Open sbrus89 opened 3 years ago

sbrus89 commented 3 years ago

This is just something I was thinking about and was wondering if anyone in the group had thoughts...

It seems to me that there will be a load imbalance caused by our domain decomposition not accounting for the fact that open-ocean cells with more vertical layers have more work associated with them than cells in shallow regions with fewer vertical layers. This issue will probably get worse as we begin putting more resolution in shallow coastal regions. It could be mitigated by using weights in the domain decomposition such that shallow subdomains contain a larger number of elements relative to open ocean subdomains to balance the load.

@mark-petersen, @xylar, @philipwjones and others: Feel free to close this if any one of you doesn't think it makes sense to look into in the future.

xylar commented 3 years ago

@sbrus89, I have a vague memory that this was discussed earlier in the project and possibly also tried. I'm not sure what the results suggested and why we didn't go that route. I'm keen to see what @mark-petersen and @philipwjones remember of that.

philipwjones commented 3 years ago

@sbrus89 and @xylar My recollection (and it could be faulty) was that we did try this, since it should be an obvious win, and we could see gains in some configurations, but the gains were limited by several other things.

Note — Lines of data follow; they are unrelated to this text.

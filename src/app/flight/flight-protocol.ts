import {
  fitProfile,
  reachEnvelope,
  setPieceCheck,
  simulateKick,
  solveLaunchFromTrack,
  type EnvelopeOptions,
  type Flight,
  type FlightConditions,
  type KickInput,
  type KickProfile,
  type LaunchTrackInput,
  type LaunchTrackResult,
  type LoggedKick,
  type ProfilePrior,
  type ReachEnvelope,
  type SetPieceInput,
  type SetPieceResult,
  type Technique,
} from '../../../shared/flight';
import { setPieceRank, type SetPieceRankEntry, type SetPieceRankInput } from './set-piece-rank';

/**
 * The jobs the flight worker runs: each job's arguments and result. Both the worker and the main-thread
 * fallback dispatch through `runFlightJob`, so a result is the same wherever it was computed.
 */
export interface FlightJobs {
  envelope: {
    args: [profile: KickProfile, conditions: FlightConditions, options: EnvelopeOptions];
    result: ReachEnvelope;
  };
  setPiece: { args: [input: SetPieceInput]; result: SetPieceResult };
  simulate: { args: [kick: KickInput]; result: Flight };
  /** Several kicks in one message (the sandbox's overlaid kicks), results in the same order. */
  simulateKicks: { args: [kicks: KickInput[]]; result: Flight[] };
  /** Every player's set-piece check, goal-mouth cloud and mean-launch flight at one spot. */
  setPieceRank: { args: [input: SetPieceRankInput]; result: SetPieceRankEntry[] };
  fitProfile: { args: [kicks: LoggedKick[], prior?: ProfilePrior & { technique?: Technique }]; result: KickProfile };
  /** A launch measured from taps on a side-on video (speed, elevation, backspin, or why not). */
  launchFromTrack: { args: [input: LaunchTrackInput]; result: LaunchTrackResult };
}

/** Name of a flight job. */
export type FlightJobKind = keyof FlightJobs;

/** A request posted to the worker; `id` correlates it with its response. */
export type FlightRequest = {
  [K in FlightJobKind]: { id: number; kind: K; args: FlightJobs[K]['args'] };
}[FlightJobKind];

/** The worker's answer to one request: the job's result, or the error it threw. */
export type FlightResponse =
  | { id: number; ok: true; result: FlightJobs[FlightJobKind]['result'] }
  | { id: number; ok: false; error: { name: string; message: string } };

const JOBS: { [K in FlightJobKind]: (...args: FlightJobs[K]['args']) => FlightJobs[K]['result'] } = {
  envelope: (profile, conditions, options) => reachEnvelope(profile, conditions, options),
  setPiece: (input) => setPieceCheck(input),
  simulate: (kick) => simulateKick(kick),
  simulateKicks: (kicks) => {
    if (!Array.isArray(kicks)) throw new RangeError('kicks must be an array');
    return kicks.map((kick) => simulateKick(kick));
  },
  setPieceRank: (input) => setPieceRank(input),
  fitProfile: (kicks, prior) => fitProfile(kicks, prior),
  launchFromTrack: (input) => solveLaunchFromTrack(input),
};

/** Whether `kind` names a flight job (messages from outside are checked before dispatch). */
export function isFlightJobKind(kind: unknown): kind is FlightJobKind {
  return typeof kind === 'string' && Object.prototype.hasOwnProperty.call(JOBS, kind);
}

/** Run one flight job synchronously; throws what the flight model throws (RangeError for bad input). */
export function runFlightJob<K extends FlightJobKind>(kind: K, args: FlightJobs[K]['args']): FlightJobs[K]['result'] {
  const job = JOBS[kind] as (...a: FlightJobs[K]['args']) => FlightJobs[K]['result'];
  return job(...args);
}

/** Answer a request: the job's result, or its error as a plain object that survives structured cloning. */
export function answerFlightRequest(request: FlightRequest): FlightResponse {
  try {
    if (!isFlightJobKind(request.kind)) throw new TypeError(`unknown flight job ${String(request.kind)}`);
    return { id: request.id, ok: true, result: runFlightJob(request.kind, request.args) };
  } catch (e) {
    const error = e instanceof Error ? { name: e.name, message: e.message } : { name: 'Error', message: String(e) };
    return { id: request.id, ok: false, error };
  }
}

/** Rebuild an error from a response so callers can still test `instanceof RangeError`. */
export function errorFromResponse(error: { name: string; message: string }): Error {
  if (error.name === 'RangeError') return new RangeError(error.message);
  if (error.name === 'TypeError') return new TypeError(error.message);
  const e = new Error(error.message);
  e.name = error.name;
  return e;
}
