import { Observable, type OperatorFunction, type Subscription } from 'rxjs';

/**
 * Like `switchMap`, but for work that cannot be cancelled once started (a Web Worker computes a posted
 * job to the end): runs `project` for a value only when the previous run has finished, and while one
 * runs keeps just the newest value, so dragging a slider never queues stale jobs in the worker — at most
 * one job runs and one (the latest) waits. Each run's results are passed on as they come.
 */
export function latestWhenIdle<T, R>(project: (value: T) => Observable<R>): OperatorFunction<T, R> {
  return (source) =>
    new Observable<R>((subscriber) => {
      let busy = false;
      let waiting: { value: T } | null = null;
      let sourceDone = false;
      let run: Subscription | null = null;

      const finish = (): void => {
        busy = false;
        run = null;
        if (waiting !== null) {
          const next = waiting;
          waiting = null;
          start(next.value);
        } else if (sourceDone) {
          subscriber.complete();
        }
      };

      const start = (value: T): void => {
        busy = true;
        let done = false;
        const subscription = project(value).subscribe({
          next: (result) => subscriber.next(result),
          error: (error: unknown) => subscriber.error(error),
          complete: () => {
            done = true;
            finish();
          },
        });
        // A synchronous project (no worker) has completed before `subscribe` returned.
        if (!done) run = subscription;
      };

      const input = source.subscribe({
        next: (value) => {
          if (busy) waiting = { value };
          else start(value);
        },
        error: (error: unknown) => subscriber.error(error),
        complete: () => {
          sourceDone = true;
          if (!busy && waiting === null) subscriber.complete();
        },
      });

      return () => {
        input.unsubscribe();
        run?.unsubscribe();
        waiting = null;
      };
    });
}
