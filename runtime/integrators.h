/*
** integrators.h — internal interface shared by the files of libeomrt.
**
** SimContext bundles what every integrator needs to evaluate a model (the
** descriptor, parameters, inputs and scratch space) and records the first
** failure with the time and state where it happened.  The Sampler hands out
** evenly spaced sample times and calls the user's sample function.  Nothing
** here is installed; users see only <eom/runtime.h>.
*/
#ifndef EOMRT_INTEGRATORS_H
#define EOMRT_INTEGRATORS_H

#include <float.h>
#include <math.h>

#include <stdio.h>

#include "eom/runtime.h"

typedef struct SimContext {
  const struct eom_model *m;
  const double *p;          /* parameters (np) */
  const eom_inputs *in;     /* may be NULL */
  const double *u_fixed;    /* when set, u is this instead of in's signals */
  int n;                    /* state size nq + nv (2 nq without attitudes) */
  double *att_sample;       /* n: a sample with its quaternions normalized */
  double *u;                /* nu: inputs at the last evaluation */
  double *lambda;           /* nc: multipliers (constrained models) */
  double *jac_b;            /* n*nu: d xdot/du, filled by jacobian() and dropped */
  double *fd_x, *fd_f1, *fd_f2;  /* n each: finite-difference scratch */
  int *piv;                 /* 3n: pivots for the implicit methods */
  double rtol, atol;
  double t_good;            /* time of the last accepted state */
  int jacobian_by_fd;       /* the model's jacobian proved wrong: use differences */
  struct eom_report *rep;   /* never NULL inside the runtime */
  /* Constraint upkeep (stabilize.c); all zero when off. */
  int cs_active;            /* nc > 0 and phi can be evaluated: stabilize */
  int cs_project;           /* project q, q' after each accepted step */
  double cs_alpha, cs_beta; /* Baumgarte gains (1/s) */
  double cs_tol;            /* max|phi| the projection aims for */
  double *cs_work;          /* scratch of stabilize.c */
  double *cs_sample;        /* n: a sample projected onto the constraints */
  const int *cs_hold;       /* nq flags or NULL: coordinates the initial fix keeps */
  int cs_solver;            /* enum eom_constraint_solver */
  int cs_holding;           /* 1 during the initial fix: honour cs_hold */
  struct StickState *stick; /* Coulomb sticking (stick.c); NULL when off */
} SimContext;
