/* The lets of link `i`'s frame, after its parent's (depth first). */
static void put_frames(Out *o, const UrdfRobot *r, const Idents *id, int i) {
  const UrdfLink *l = &r->links[i];
  if (l->parent_joint < 0) {
    put(o, "\n# %s: the root link; its axes and origin are the world's\n", l->name);
    put(o, "let %s = rotz(0)\n", id->R[i]);
  } else {
    const UrdfJoint *j = &r->joints[l->parent_joint];
    int pl = j->parent_link, root = r->links[pl].parent_joint < 0;
    put(o, "\n# joint %s (%s): %s -> %s\n", j->name, urdf_kind_name(j->kind), j->parent, j->child);
    put(o, "let %s = %s", id->R[i], id->R[pl]);
    put_rpy(o, j->rpy);
    if (j->kind == URDF_REVOLUTE || j->kind == URDF_CONTINUOUS)
      put_axis_turn(o, j->axis, id->coord[l->parent_joint]);
    put(o, "\nlet %s = ", id->p[i]);
    if (!root) put(o, "%s + ", id->p[pl]);
    put(o, "%s*[%s, %s, %s]", id->R[pl], NUM(j->xyz[0]), NUM(j->xyz[1]), NUM(j->xyz[2]));
    if (j->kind == URDF_PRISMATIC) {
      const char *q = id->coord[l->parent_joint];
      put(o, " + %s", id->R[pl]);
      put_rpy(o, j->rpy);
      put(o, "*[");
      for (int k = 0; k < 3; k++) {
        double a = j->axis[k];
        if (a == 0) put(o, "%s0", k ? ", " : "");
        else if (a == 1) put(o, "%s%s", k ? ", " : "", q);
        else if (a == -1) put(o, "%s-%s", k ? ", " : "", q);
        else put(o, "%s%s*%s", k ? ", " : "", NUM(a), q);
      }
      put(o, "]");
    }
    put(o, "\n");
  }
  for (int k = 0; k < r->njoints; k++)
    if (r->joints[k].parent_link == i) put_frames(o, r, id, r->joints[k].child_link);
}

static void put_bodies(Out *o, const UrdfRobot *r, const Idents *id) {
  put(o, "\n# the links' masses, mass centres and inertias (about the mass centre, in\n"
         "# the inertial axes), as the description gives them\n");
  for (int i = 0; i < r->nlinks; i++) {
    const UrdfLink *l = &r->links[i];
    const UrdfInertial *in = &l->inertial;
    if (!id->mass[i]) {
      put(o, "# %s: %s\n", l->name,
          !in->present || in->mass == 0 ? "no mass" : "welded to the root: it does not move");
      continue;
    }
    int root = l->parent_joint < 0;
    int point = in->ixx == 0 && in->ixy == 0 && in->ixz == 0 && in->iyy == 0 && in->iyz == 0 &&
                in->izz == 0;
    if (point) {  /* a zero inertia is a point mass (a payload, a tool's tip) */
      put(o, "# %s: a point mass (its inertia is zero)\nbody %s mass %s at ", l->name, id->body[i],
          id->mass[i]);
      if (!root) put(o, "%s + ", id->p[i]);
      put(o, "%s*[%s, %s, %s]\n", id->R[i], NUM(in->xyz[0]), NUM(in->xyz[1]), NUM(in->xyz[2]));
      continue;
    }
    put(o, "let %s = [[%s, %s, %s], [%s, %s, %s], [%s, %s, %s]]\n", id->inertia[i], NUM(in->ixx),
        NUM(in->ixy), NUM(in->ixz), NUM(in->ixy), NUM(in->iyy), NUM(in->iyz), NUM(in->ixz),
        NUM(in->iyz), NUM(in->izz));
    put(o, "body %s mass %s at ", id->body[i], id->mass[i]);
    if (!root) put(o, "%s + ", id->p[i]);
    put(o, "%s*[%s, %s, %s] orient %s", id->R[i], NUM(in->xyz[0]), NUM(in->xyz[1]),
        NUM(in->xyz[2]), id->R[i]);
    put_rpy(o, in->rpy);
    put(o, " inertia %s\n", id->inertia[i]);
  }
}

static void put_dynamics(Out *o, const UrdfRobot *r, const Idents *id) {
  put(o, "\ngravity [0, 0, -g]\n");
  int any = 0;
  for (int i = 0; i < r->njoints; i++)
    if (id->damping[i]) {
      put(o, "%s1/2*%s*%s'^2", any ? " + " : "dissipation ", id->damping[i], id->coord[i]);
      any = 1;
    }
  if (any) put(o, "\n");
  put(o, "\n");
  for (int i = 0; i < r->njoints; i++)
    if (is_moving(&r->joints[i])) put(o, "force %s = %s\n", id->coord[i], id->input[i]);
  for (int i = 0; i < r->nlinks; i++) {
    if (!id->frame[i]) continue;
    const char *R = id->R[i], *p = id->p[i];
    put(o, "\nframe %s = [[%s[1,1], %s[1,2], %s[1,3], %s[1]],\n", id->frame[i], R, R, R, p);
    put(o, "  [%s[2,1], %s[2,2], %s[2,3], %s[2]],\n", R, R, R, p);
    put(o, "  [%s[3,1], %s[3,2], %s[3,3], %s[3]],\n", R, R, R, p);
    put(o, "  [0, 0, 0, 1]] \"frame of %s\"\n", r->links[i].name);
  }
}

/* Make every identifier; 0 or -1 when out of memory. */
static int make_idents(const UrdfRobot *r, Names *ns, Idents *id, const char **model,
                       const char *stem) {
  int nj = r->njoints, nl = r->nlinks, ok = 1;
  const char **all = calloc((size_t)(3 * nj + 7 * nl) + 1, sizeof *all);
  if (!all) return -1;
  id->coord = all, id->input = all + nj, id->damping = all + 2 * nj;
  id->R = all + 3 * nj, id->p = id->R + nl, id->body = id->p + nl, id->mass = id->body + nl;
  id->inertia = id->mass + nl;
  id->frame = id->inertia + nl;
  *model = ident(ns, "", r->name && *r->name ? r->name : stem);
  ok = *model != NULL;
  for (int i = 0; i < nj && ok; i++) {
    const UrdfJoint *j = &r->joints[i];
    if (!is_moving(j)) continue;
    ok = (id->coord[i] = ident(ns, "", j->name)) && (id->input[i] = ident(ns, "tau_", j->name));
    if (ok && j->damping > 0) ok = (id->damping[i] = ident(ns, "b_", j->name)) != NULL;
  }
  for (int i = 0; i < nl && ok; i++) {
    const UrdfLink *l = &r->links[i];
    int moves = link_moves(r, i);
    ok = (id->R[i] = ident(ns, "R_", l->name)) && (id->p[i] = ident(ns, "p_", l->name));
    if (ok && moves && l->inertial.present && l->inertial.mass > 0)
      ok = (id->body[i] = ident(ns, "", l->name)) && (id->mass[i] = ident(ns, "m_", l->name)) &&
           (id->inertia[i] = ident(ns, "I_", l->name));
    if (ok && moves && is_leaf(r, i)) {
      char *fn = malloc(strlen(l->name) + 8);
      ok = fn != NULL;
      if (ok) {
        sprintf(fn, "%s_frame", l->name);
        ok = (id->frame[i] = ident(ns, "", fn)) != NULL;
        free(fn);
      }
    }
  }
  return ok ? 0 : -1;
}
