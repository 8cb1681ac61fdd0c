/*
** test_check.c — the semantic pass (check.c): names, shapes, built-in
** arities, time rates, param/const/initial evaluation, the Model it fills,
** and the rule that one mistake gives one error.
**
** Each model is parsed with parse_model() and checked with check_model();
** errors are asserted by position (line:col) and a piece of the message.
** The numbers expected from evaluated defaults are plain arithmetic.
*/
#include <check.h>
#include <math.h>
#include <stdio.h>
#include <stdlib.h>
#include <string.h>
#include <sys/wait.h>

#include "front/attitude.h"
#include "front/check.h"
#include "front/parse.h"

typedef struct Checked {
  Diag d;
  Ast *ast;
  Model m;
  const char *src;
} Checked;

/* Parse (which must succeed) and check `src` as the file `path`. */
static Checked *load_as(const char *path, const char *src) {
  Checked *c = calloc(1, sizeof *c);
  ck_assert_ptr_nonnull(c);
  c->src = src;
  diag_init(&c->d, path, src, strlen(src));
  c->ast = parse_model(path, src, strlen(src), &c->d);
  if (c->d.nerrors) {
    diag_print(&c->d, stderr);
    ck_abort_msg("test model does not parse:\n%s", src);
  }
  check_model(c->ast, &c->d, &c->m);
  return c;
}

static Checked *load(const char *src) { return load_as("test.eom", src); }

static void unload(Checked *c) {
  ast_free(c->ast);
  diag_free(&c->d);
  free(c);
}

static const DiagMsg *first_of(const Checked *c, DiagLevel level) {
  for (int i = 0; i < c->d.nmsgs; i++)
    if (c->d.msgs[i].level == level) return &c->d.msgs[i];
  return NULL;
}

/* The first error is at line:col and contains `substr`. */
static void expect_error(const char *src, int line, int col, const char *substr) {
  Checked *c = load(src);
  const DiagMsg *e = first_of(c, DIAG_ERROR);
  if (!e || e->loc.line != line || e->loc.col != col || !strstr(e->text, substr)) {
    diag_print(&c->d, stderr);
    ck_abort_msg("expected error at %d:%d containing '%s' for:\n%s", line, col, substr, src);
  }
  unload(c);
}

/* No errors and no warnings. */
static Checked *expect_clean(const char *src) {
  Checked *c = load(src);
  if (c->d.nerrors || c->d.nwarnings) {
    diag_print(&c->d, stderr);
    ck_abort_msg("expected a clean model:\n%s", src);
  }
  return c;
}

static void expect_ok(const char *src) { unload(expect_clean(src)); }

static int count_level(const Checked *c, DiagLevel level) {
  int n = 0;
  for (int i = 0; i < c->d.nmsgs; i++) n += c->d.msgs[i].level == level;
  return n;
}

/* ------------------------------------------------------------ names */

START_TEST(undefined_name) {
  expect_error("coord x\nkinetic x'^2 + y\n", 2, 16, "undefined name 'y'");
}
END_TEST

START_TEST(declaration_must_precede_use) {
  expect_error("coord x\nkinetic m*x'^2\nparam m = 1\n", 2, 9, "undefined name 'm'");
  expect_error("coord x\nparam m = m\nkinetic m*x'^2\n", 2, 11, "undefined name 'm'");
  expect_error("coord x\nlet r = r + x\nkinetic r'^2\n", 2, 9, "undefined name 'r'");
}
END_TEST

START_TEST(duplicate_declaration_names_earlier_line) {
  Checked *c = load("coord x\nparam m = 1\nparam m = 2\nkinetic m*x'^2\n");
  ck_assert_int_eq(c->d.nerrors, 1);
  const DiagMsg *e = first_of(c, DIAG_ERROR);
  ck_assert_int_eq(e->loc.line, 3);
  ck_assert_int_eq(e->loc.col, 7);
  ck_assert_ptr_nonnull(strstr(e->text, "duplicate declaration of 'm'"));
  ck_assert_ptr_nonnull(strstr(e->text, "line 2"));
  const DiagMsg *n = first_of(c, DIAG_NOTE);
  ck_assert_ptr_nonnull(n);
  ck_assert_int_eq(n->loc.line, 2);
  ck_assert_int_eq(n->loc.col, 7);
  unload(c);
  /* Across kinds and within one coord list. */
  expect_error("coord x\ninput x\nkinetic x'^2\n", 2, 7, "duplicate declaration of 'x'");
  expect_error("coord x, y, x\nkinetic x'^2 + y'^2\n", 1, 13, "duplicate declaration of 'x'");
}
END_TEST

START_TEST(builtin_and_predefined_names_rejected) {
  expect_error("coord x\nparam cos = 1\nkinetic x'^2\n", 2, 7, "'cos' is a built-in function");
  expect_error("coord x\nlet dh = x\nkinetic x'^2\n", 2, 5, "'dh' is a built-in function");
  expect_error("coord pi\nkinetic pi'^2\n", 1, 7, "'pi' is predefined");
  expect_error("coord x\ninput t\nkinetic x'^2\n", 2, 7, "'t' is predefined");
}
END_TEST

START_TEST(c_keywords_and_libm_names_are_fine) {
  /* The emitter never uses model names as C identifiers. */
  expect_ok("coord double\nparam y0 = 1\nparam j1 = 2\nlet int = y0*j1\n"
            "kinetic int*double'^2\npotential y0*double^2\n");
}
END_TEST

First, at the limits of strong scaling where the production runs typically occur, the Metis partitioning starts to lead to irregular domains with worse connectivity so the load-balanced gains were offset by increased communication. Suspect this could be fixed with different partition algorithms but we didn't pursue. Second, at the time, the framework was highly inefficient (and still is less performant than it should be) so we need to fix some of the framework issues first. Third, I think the vertical levels were not always a good predictor of load - there are some aspects (like the barotropic mode) that are independent so tradeoffs need to be made. Finally, I think there was some idea that we'd be moving to a true ALE scheme and better use of the vertical coordinate in which we'd alway have a lot of active layers and we would allocate them differently rather than varying the number of levels. Maybe that will still happen. I think a weighted partitioning is still worth pursuing as we revise the framework. And I think it can be a runtime option once I can integrate my online partitioning. We could even have a capability that could run a time step as part of initialization and compute the real cost per column in production and use that for the weighting. But it hasn't been a real high priority until we fix some other stuff.

mark-petersen commented 3 years ago

@sbrus89 we had a summer student try this two years ago, Divya Jaganathan. Here is her poster: https://drive.google.com/file/d/1nTcbrnE9sBGE9I5oKnFGRnyyiZm44jQB/view?usp=sharing The take-home is that it made very little difference: image Here X=0 (red) is equal MPAS partitions of 2D cells, as is currently done, X=1 (black) is equal MPI partitions of 3D cells as you suggest, and X=0.5 (blue) is in between. You can get a little speed-up at X=0.5, but only a few percent in these tests. It's because of the cost of the barotropic solver, and also that you need to bring part of the vertical column into memory anyway.

philipwjones commented 3 years ago

I can't remember - did Divya add a barrier before the barotropic solver timer? Often the wait time from load imbalance shows up in the barotropic timer. And the barotropic is where you'd see a negative impact from more irregular subdomains. As I said above, it could be a nice feature to play with. But also agree that it's probably not the highest priority at the moment and not a clear win in any case.